Music has a precise function in shamanism and concerns only the linguists: the cry that triggers the trance, just as respiration is triggered at birth in the cry. In Sulawesi, the shaman is called Gong or Drum, since the gong or the drum brings out the entranced speech (the animal roughness of the spirits’ voices that all of a sudden invade the body of their prophet).
Neither internal nor external, no one can clearly distinguish, in what music unfolds, between what is subjective and what is objective, between what belongs to hearing and what belongs to the production of sound. A worry common to every childhood consists in distinguishing in the fascinating and quickly shameful noises of the body between those which we have made ourselves and those that belong to another.

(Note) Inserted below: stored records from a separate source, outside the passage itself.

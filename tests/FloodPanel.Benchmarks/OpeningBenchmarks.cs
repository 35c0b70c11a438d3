using BenchmarkDotNet.Attributes;
using FloodPanel.Calculation;
using FloodPanel.Calculation.Cases;
using FloodPanel.Calculation.ProjectTree;

namespace FloodPanel.Benchmarks;

/// <summary>One opening of 12 logs and 2 posts, both cases: by hand, in numbers only, and with every step.</summary>
[MemoryDiagnoser]
public class OpeningBenchmarks
{
    private readonly Project project = BenchmarkOpening.Project;
    private readonly OpeningModel model = new(
        BenchmarkOpening.Project.Site,
        BenchmarkOpening.Project.Openings[0],
        Library.Empty.BasisOf(BenchmarkOpening.Project),
        Library.Empty);

    private readonly HandInlined byHand;
    private readonly CaseEvaluation numbers;

    /// <summary>Makes room once and refuses to measure two things that differ.</summary>
    public OpeningBenchmarks()
    {
        byHand = new(model);
        numbers = new(model.LogCount, model.Bays.Count);
        RequireEqual(CaseKind.DesignFlood, byHand.DesignFlood);
        RequireEqual(CaseKind.BrimFull, byHand.BrimFull);
    }

    /// <summary>The yardstick: the same formulas in one plain loop.</summary>
    [Benchmark(Baseline = true)]
    public double HandInlinedLoop()
    {
        byHand.DesignFlood();
        var sum = byHand.Left;
        byHand.BrimFull();
        return sum + byHand.Left;
    }

    /// <summary>The calculation without steps.</summary>
    [Benchmark]
    public double NumbersOnly()
    {
        numbers.Fill(model, CaseKind.DesignFlood);
        var sum = numbers.LeftGuide.Reaction;
        numbers.Fill(model, CaseKind.BrimFull);
        return sum + numbers.LeftGuide.Reaction;
    }

    /// <summary>The calculation with every check and step, verdict and notes, from the project tree.</summary>
    [Benchmark]
    public OpeningResult WithSteps() => Design.Evaluate(project, project.Openings[0], Library.Empty);

    private void RequireEqual(CaseKind kind, Action fillByHand)
    {
        fillByHand();
        numbers.Fill(model, kind);
        for (var i = 0; i < byHand.Logs.Length; i++)
        {
            Require(byHand.Logs[i].Bending, numbers.Logs[i].Bending);
            Require(byHand.Logs[i].DeflectionUse, numbers.Logs[i].DeflectionUse);
        }

        for (var i = 0; i < byHand.Posts.Length; i++)
        {
            Require(byHand.Posts[i].Bending, numbers.Posts[i].Bending);
            Require(byHand.Posts[i].DeflectionUse, numbers.Posts[i].DeflectionUse);
        }

        Require(byHand.Right, numbers.RightGuide.Reaction);
        Require(byHand.RightPeak, numbers.RightGuide.PeakLineReaction);
    }

    private static void Require(double expected, double actual)
    {
        if (!(Math.Abs(expected - actual) <= 1e-9 * Math.Max(1, Math.Abs(expected))))
        {
            throw new InvalidOperationException($"By hand {expected}, calculated {actual}: nothing to compare.");
        }
    }
}
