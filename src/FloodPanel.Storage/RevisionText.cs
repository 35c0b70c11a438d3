using System.Text;
using FloodPanel.Storage.Entities;
using FloodPanel.Storage.ProjectFile;

namespace FloodPanel.Storage;

/// <summary>The project file as it stands in a revision.</summary>
internal static class RevisionText
{
    /// <summary>The text of a project, read back once: what is acknowledged as saved can be opened again.</summary>
    /// <exception cref="StoreException">The project could not be opened again.</exception>
    public static string Of(Project project)
    {
        var file = Written(project);
        var reading = ProjectFileReader.Read(file);
        return reading.Project is not null
            ? Encoding.UTF8.GetString(file)
            : throw new StoreException($"The project cannot be stored. {reading.Problems[0]}");
    }

    /// <exception cref="StoreException">The text is damaged.</exception>
    public static StoredProject Open(RevisionRow revision)
    {
        var reading = ProjectFileReader.Read(Encoding.UTF8.GetBytes(revision.Json));
        return reading.Project is { } project
            ? new StoredProject(revision.ProjectId, revision.Number, revision.SavedAt, project)
            : throw new StoreException($"Revision {revision.Number} of the stored project is damaged. {reading.Problems[0]}");
    }

    private static byte[] Written(Project project)
    {
        try
        {
            return ProjectFileWriter.Write(project, indented: false);
        }
        catch (ArgumentException e)
        {
            throw new StoreException("The project cannot be stored: it holds a number that is not finite.", e);
        }
    }
}
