using System.Data.Common;
using Microsoft.EntityFrameworkCore.Diagnostics;

namespace FloodPanel.Storage;

/// <summary>
/// Settings that SQLite keeps for a connection only. FULL: what was acknowledged as saved survives a loss of power.
/// </summary>
internal sealed class ConnectionSettings : DbConnectionInterceptor
{
    public static readonly ConnectionSettings Instance = new();

    private const string Pragmas = "PRAGMA synchronous = FULL; PRAGMA busy_timeout = 10000;";

    public override void ConnectionOpened(DbConnection connection, ConnectionEndEventData eventData)
    {
        using var command = connection.CreateCommand();
        command.CommandText = Pragmas;
        command.ExecuteNonQuery();
    }

    public override async Task ConnectionOpenedAsync(
        DbConnection connection, ConnectionEndEventData eventData, CancellationToken cancellationToken = default)
    {
        await using var command = connection.CreateCommand();
        command.CommandText = Pragmas;
        await command.ExecuteNonQueryAsync(cancellationToken);
    }
}
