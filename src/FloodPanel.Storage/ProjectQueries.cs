using FloodPanel.Storage.Entities;

namespace FloodPanel.Storage;

internal static class ProjectQueries
{
    /// <summary>Projects that are not deleted.</summary>
    public static IQueryable<ProjectRow> Present(this IQueryable<ProjectRow> projects) => projects.Where(p => p.DeletedAt == null);
}
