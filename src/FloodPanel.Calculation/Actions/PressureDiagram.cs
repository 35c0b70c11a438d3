namespace FloodPanel.Calculation.Actions;

/// <summary>A load with and without the factors of the design basis.</summary>
/// <param name="Characteristic">Unfactored.</param>
/// <param name="Design">Factored.</param>
public readonly record struct FactoredLoad(double Characteristic, double Design);

/// <summary>
/// The pressure of one load case over the height of the barrier, as pieces that add up where they overlap. Every
/// resultant, log load and post load is an integral of this one object. z is upward from the sill.
/// </summary>
public sealed class PressureDiagram
{
    private PressurePiece[] pieces;
    private int count;

    /// <summary>An empty diagram.</summary>
    /// <param name="capacity">Pieces that it takes before it must grow [-].</param>
    public PressureDiagram(int capacity = 8) => pieces = new PressurePiece[capacity];

    /// <summary>A diagram of the given pieces.</summary>
    /// <param name="pieces">The pieces; those of no height or no pressure are left out.</param>
    public static PressureDiagram Of(params ReadOnlySpan<PressurePiece> pieces)
    {
        var diagram = new PressureDiagram(pieces.Length);
        foreach (var piece in pieces)
        {
            diagram.Add(piece);
        }

        return diagram;
    }

    /// <summary>The pieces, in the order in which their actions were added.</summary>
    public ReadOnlySpan<PressurePiece> Pieces => pieces.AsSpan(0, count);

    /// <summary>R, unfactored ∫p dz [N/m].</summary>
    public double Force
    {
        get
        {
            var sum = 0.0;
            foreach (ref readonly var piece in Pieces)
            {
                sum += piece.Force;
            }

            return sum;
        }
    }

    /// <summary>z_R, height of the unfactored resultant above the sill [m]; null when the resultant is zero.</summary>
    public double? CentreOfPressure => CentreWithin(double.NegativeInfinity, double.PositiveInfinity);

    /// <summary>Unfactored pressure at a height [Pa]. At a step both sides count: ask just above or below it.</summary>
    /// <param name="z">Height above the sill [m].</param>
    public double At(double z)
    {
        var sum = 0.0;
        foreach (ref readonly var piece in Pieces)
        {
            sum += piece.At(z);
        }

        return sum;
    }

    /// <summary>Factored pressure at a height [Pa]. At a step both sides count: ask just above or below it.</summary>
    /// <param name="z">Height above the sill [m].</param>
    public double DesignAt(double z)
    {
        var sum = 0.0;
        foreach (ref readonly var piece in Pieces)
        {
            sum += piece.Factor * piece.At(z);
        }

        return sum;
    }

    /// <summary>∫p dz over a band of height, without and with factors [N/m].</summary>
    /// <param name="bottom">Lower end [m].</param>
    /// <param name="top">Upper end [m].</param>
    public FactoredLoad Within(double bottom, double top)
    {
        var (characteristic, design) = (0.0, 0.0);
        foreach (ref readonly var piece in Pieces)
        {
            if (piece.Bottom < top && piece.Top > bottom)
            {
                var force = piece.Within(bottom, top).Force;
                characteristic += force;
                design += piece.Factor * force;
            }
        }

        return new(characteristic, design);
    }

    /// <summary>Height of the unfactored resultant of a band above the sill [m]; null when that is zero.</summary>
    /// <param name="bottom">Lower end [m].</param>
    /// <param name="top">Upper end [m].</param>
    public double? CentreWithin(double bottom, double top)
    {
        var (force, moment) = (0.0, 0.0);
        foreach (ref readonly var piece in Pieces)
        {
            var part = piece.Within(bottom, top);
            force += part.Force;
            moment += part.FirstMoment;
        }

        return force == 0 ? null : moment / force;
    }

    internal void Clear() => count = 0;

    internal void Add(in PressurePiece piece)
    {
        if (!(piece.Height > 0) || (piece.AtBottom == 0 && piece.AtTop == 0))
        {
            return;
        }

        if (count == pieces.Length)
        {
            Array.Resize(ref pieces, 2 * count + 1);
        }

        pieces[count++] = piece;
    }
}
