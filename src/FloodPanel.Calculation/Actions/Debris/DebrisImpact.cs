using FloodPanel.Calculation.ProjectTree;

namespace FloodPanel.Calculation.Actions.Debris;

/// <summary>The force of a floating object that is stopped.</summary>
public static class DebrisImpact
{
    /// <summary>Source of the method, as printed.</summary>
    public const string Source = "ASCE 7, C5.4.5: F = π·m·V·C/(2·Δt), a half-sine impulse";

    /// <summary>Height of the patch on which the object strikes [m] (ASCE 7: 1 ft × 1 ft).</summary>
    public const double PatchHeight = 0.30;

    /// <summary>F = π·m·V·C/(2·Δt), impact force [N].</summary>
    /// <param name="mass">m, mass of the object [kg], ≥ 0.</param>
    /// <param name="velocity">V, velocity of the object [m/s], ≥ 0.</param>
    /// <param name="stoppingTime">Δt, time in which it is stopped [s], > 0.</param>
    /// <param name="coefficient">C, product of the coefficients [-], ≥ 0.</param>
    /// <exception cref="ArgumentOutOfRangeException">An argument is out of range or not finite.</exception>
    /// <remarks>
    /// Source: ASCE 7, C5.4.5 with W = m·g: the peak of a half-sine pulse of duration Δt whose impulse is m·V. Limits:
    /// one object that strikes normal to the face; ice and floating debris dams are loads of their own.
    /// </remarks>
    public static double Force(double mass, double velocity, double stoppingTime, double coefficient)
    {
        Guard.NonNegative(mass);
        Guard.NonNegative(velocity);
        Guard.Positive(stoppingTime);
        Guard.NonNegative(coefficient);

        return Math.PI * mass * velocity * coefficient / (2 * stoppingTime);
    }

    /// <summary>C_I·C_O·C_D·C_B, product of the coefficients without the response [-].</summary>
    /// <param name="coefficients">The coefficients.</param>
    public static double WithoutResponse(DebrisCoefficients coefficients) =>
        coefficients.Importance * coefficients.Orientation * coefficients.Depth * coefficients.Blockage;
}
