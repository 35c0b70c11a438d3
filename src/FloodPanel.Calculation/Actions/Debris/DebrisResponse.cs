using FloodPanel.Calculation.ProjectTree;

namespace FloodPanel.Calculation.Actions.Debris;

/// <summary>R_max of a log: as typed, or from the log's own period, dry and with the water that it moves, the larger.</summary>
/// <param name="input">The debris.</param>
/// <param name="log">The logs.</param>
/// <param name="density">ρ, water density [kg/m³].</param>
internal sealed class DebrisResponse(DebrisInput input, Member log, double density)
{
    /// <summary>Steps that a derived response takes at most in the working [-].</summary>
    public const int MostSteps = 22;

    private readonly double lineMass = log.Material.Density * log.Section.Area;
    private readonly double addedMass = NaturalPeriod.AddedMass(density, log.Section.Height);

    /// <summary>Sources, as printed; null where the response is typed.</summary>
    public string? Source => input.Coefficients.Response is null
        ? $"{ResponseRatio.Source}, which stands beside it as S; {NaturalPeriod.Source}"
        : null;

    /// <summary>R_max [-].</summary>
    /// <param name="span">L, effective span [m].</param>
    public double Of(double span) =>
        input.Coefficients.Response ?? Math.Max(AtMass(lineMass, span), AtMass(lineMass + addedMass, span));

    /// <summary>Writes how R_max came about.</summary>
    /// <param name="steps">The steps; Δt stands there already.</param>
    /// <param name="span">L, effective span [m].</param>
    public void Write(StepList steps, double span)
    {
        if (input.Coefficients.Response is { } given)
        {
            steps.Given("R_max", given, Dimension.Ratio);
            return;
        }

        steps.Given("E", log.Material.ElasticModulus, Dimension.ElasticModulus);
        steps.Given("I", log.Section.Inertia, Dimension.SecondMoment);
        steps.Given("L", span, Dimension.Length);
        steps.Given("m_l", lineMass, Dimension.LineMass);
        Period(steps, "d", "m_l", lineMass, span);
        steps.Given("ρ", density, Dimension.Density);
        steps.Given("t", log.Section.Height, Dimension.SectionLength);
        steps.Add("m_w", "π·ρ·t²/4", addedMass, Dimension.LineMass);
        Period(steps, "w", "(m_l + m_w)", lineMass + addedMass, span);
        steps.Add("R_max", "max(R_d, R_w)", Of(span), Dimension.Ratio);
    }

    private double AtMass(double mass, double span) =>
        ResponseRatio.Of(input.StoppingTime / NaturalPeriod.Of(mass, log.Stiffness, span));

    /// <summary>T, r = Δt/T, R straight between two rows of the table, and S, the exact value to hold R against.</summary>
    private void Period(StepList steps, string index, string massSymbol, double mass, double span)
    {
        var period = NaturalPeriod.Of(mass, log.Stiffness, span);
        var (ratio, r) = (input.StoppingTime / period, $"r_{index}");
        steps.Add($"T_{index}", $"2·L²/π·√({massSymbol}/(E·I))", period, Dimension.Time);
        steps.Add(r, $"Δt/T_{index}", ratio, Dimension.Ratio);
        if (ResponseRatio.RowAt(ratio) is { } row)
        {
            steps.Given($"{r}1", row.Ratio, Dimension.Ratio);
            steps.Given($"R_{index}1", row.Response, Dimension.Ratio);
            steps.Given($"R_{index}2", row.Next, Dimension.Ratio);
            steps.Add(
                $"R_{index}", $"R_{index}1 + (R_{index}2 − R_{index}1)·({r} − {r}1)/0.1", ResponseRatio.Of(ratio), Dimension.Ratio);
        }
        else
        {
            steps.Given($"R_{index}", ResponseRatio.Of(ratio), Dimension.Ratio);
        }

        steps.Add($"S_{index}", ResponseRatio.HalfSineFormula(ratio, r), ResponseRatio.HalfSine(ratio), Dimension.Ratio);
    }
}
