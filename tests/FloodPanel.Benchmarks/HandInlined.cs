using FloodPanel.Calculation;

namespace FloodPanel.Benchmarks;

/// <summary>
/// The same formulas as the calculation, for this one opening, written out in one plain loop: the yardstick. It
/// knows that the face is vertical and that the actions are still water on both sides and flow.
/// </summary>
internal sealed class HandInlined
{
    private readonly double gamma, depth, behind, height, logHeight, bearing, surcharge;
    private readonly double logStiffness, logMoment, logShear, logLimit;
    private readonly double postStiffness, postMoment, postShear, postLimit, postWidth;
    private readonly double[] bays;
    private readonly int count;

    public HandInlined(OpeningModel model)
    {
        var flow = model.Flow!;
        (gamma, depth, behind, height) = (model.UnitWeight, model.RetainedDepth, model.ProtectedDepth, model.Height);
        surcharge = gamma * flow.ShapeCoefficient * flow.Velocity * flow.Velocity / (2 * Physics.Gravity);
        (logHeight, bearing, count, bays) = (model.LogMember(0).Section.Height, model.EndBearing, model.LogCount, [.. model.Bays]);
        (logStiffness, logMoment, logShear, logLimit) =
            (model.LogMember(0).Stiffness, model.LogMember(0).MomentResistance, model.LogMember(0).ShearResistance, model.LogMember(0).DeflectionLimit);
        (postStiffness, postMoment, postShear, postLimit, postWidth) =
            (model.Post!.Stiffness, model.Post.MomentResistance, model.Post.ShearResistance, model.Post.DeflectionLimit, model.PostWidth);
        Logs = new Log[count * bays.Length];
        Posts = new Post[bays.Length - 1];
    }

    public Log[] Logs { get; }

    public Post[] Posts { get; }

    public double Left { get; private set; }

    public double Right { get; private set; }

    public double LeftPeak { get; private set; }

    public double RightPeak { get; private set; }

    public void DesignFlood() => Fill(depth, behind, surcharge);

    public void BrimFull() => Fill(height, 0, 0);

    private void Fill(double h, double back, double flow)
    {
        var wetted = Math.Min(h, height);
        var (sum, peak) = (0.0, 0.0);
        for (var i = 0; i < count; i++)
        {
            var a = i * logHeight;
            var b = (i + 1) * logHeight;
            var w = 0.0;
            if (a < wetted)
            {
                var top = Math.Min(b, wetted);
                w = gamma * (h - (a + top) / 2) * (top - a) + flow * (top - a);
                if (a < back)
                {
                    var c = Math.Min(b, back);
                    w -= gamma * (back - (a + c) / 2) * (c - a);
                }
            }

            sum += w;
            peak = Math.Max(peak, w);
            for (var bay = 0; bay < bays.Length; bay++)
            {
                var span = bays[bay] + bearing;
                var moment = w * span * span / 8;
                var shear = w * span / 2;
                var deflection = 5 * w * span * span * span * span / (384 * logStiffness);
                Logs[bay * count + i] = new(
                    w, moment, shear, deflection, moment / logMoment, shear / logShear, deflection / (span / logLimit));
            }
        }

        for (var post = 0; post < Posts.Length; post++)
        {
            Posts[post] = Cantilever((bays[post] + bays[post + 1]) / 2 + postWidth, h, back, flow, wetted);
        }

        (Left, Right) = (sum * (bays[0] / 2 + bearing), sum * (bays[^1] / 2 + bearing));
        (LeftPeak, RightPeak) =
            (peak * (bays[0] / 2 + bearing) / logHeight, peak * (bays[^1] / 2 + bearing) / logHeight);
    }

    private Post Cantilever(double width, double h, double back, double flow, double wetted)
    {
        // Water no higher than the barrier, as in both cases here: triangles h and back, and a uniform band.
        var shear = width * (gamma * (h * h - back * back) / 2 + flow * wetted);
        var moment = width * (gamma * (h * h * h - back * back * back) / 6 + flow * wetted * wetted / 2);
        var deflection = width / postStiffness * (Tip(h) * gamma - Tip(back) * gamma
            + flow * wetted * wetted * wetted * (wetted / 8 + (height - wetted) / 6));
        return new(
            shear, moment, deflection, moment / postMoment, shear / postShear, deflection / (height / postLimit));

        double Tip(double d) => d * d * d * d * (d / 30 + (height - d) / 24);
    }

    internal readonly record struct Log(
        double Load, double Moment, double Shear, double Deflection, double Bending, double ShearUse, double DeflectionUse);

    internal readonly record struct Post(
        double Shear, double Moment, double Deflection, double Bending, double ShearUse, double DeflectionUse);
}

The acoustic, not delimiting anything, has not so much individualized the ears as it has devoted them to grouping. This is called: pulling by the ears. National anthems, municipal fanfares, religious hymns, familial songs identify groups, unite natives, subjugate subjects.
The obedient.
Undelimitable and invisible, music appears to be the voice of everyone. There is perhaps no music that does not group together, because there is no music that does not at once mobilize breath and blood. Soul (pulmonary animation) and heart. Why do the moderns listen more and more to music in concert, in larger and larger halls, despite very recent possibilities of private diffusion and reception?
Even the most refined, resolutely solitary, Chinese music demonstrates in its most radical legends the idea of the group: at the very least the meeting of two steadfast friends. A couple.
This tale appears in the Lüshi Chunqiu: the scholar Yu Boya was a prodigious qin player, but it so happened that only a poor lumberjack, Zhong Ziqi, was able to understand the sentiments that his compositions and his playing expressed.
He would come join him in the forest. The lumberjack would orient himself by the sound of his friend’s cithara among the branches and the shadows.
When Zhong Ziqi died, Yu Boya broke his qin because there were no longer ears for its song.
In Cao Xueqin’s Dream of the Red Chamber, Sister Lin confesses to Brother Jade that she once learned to play the horizontal cithara. Alas, she quit. The saying goes: “Three days without touching the strings, your fingers turn into brambles.” She then explains to Brother Jade the profound nature of music. The music teacher Kuang, when playing the seven-stringed horizontal cithara, stirred up wind and thunder and conjured up dragons and sixteen black cranes who each were two thousand years old. But the purposes of music can be reduced to a single one: attracting the other. Yu Boya attracting Zhong Ziqi in the forest. Music, in order to hail the other, sets up taboos: “The name of the seven-stringed horizontal cithara (qin) is pronounced like one of the words that commonly designate taboos. According to the institutions of the Ancients, the instrument was originally used to maintain the energetic essence of life.” In order to play this instrument, it was important to choose either an isolated room on an elevated terrace or on the upper floor of a tall pavilion, or a secluded place in a forest, at the summit of a mountain or on the shore of a vast body of water. All music had to be played at night. One had to know how to take advantage of a nocturnal hour when heaven and earth were in perfect harmony, the wind pure, the moon bright, to sit down with legs crossed, a heart free of all oppression, a slow and steady pulse. This is why the ancient Chinese acknowledged that it was very rare to come across a being who really understood the strains of its music. For lack of initiated listeners, they said it was better to give into the pleasure of music only in the presence of forest monkeys and old storks. One had to do one’s hair in a secret fashion and dress according to the rules so as not to prove unworthy of the ancient instrument.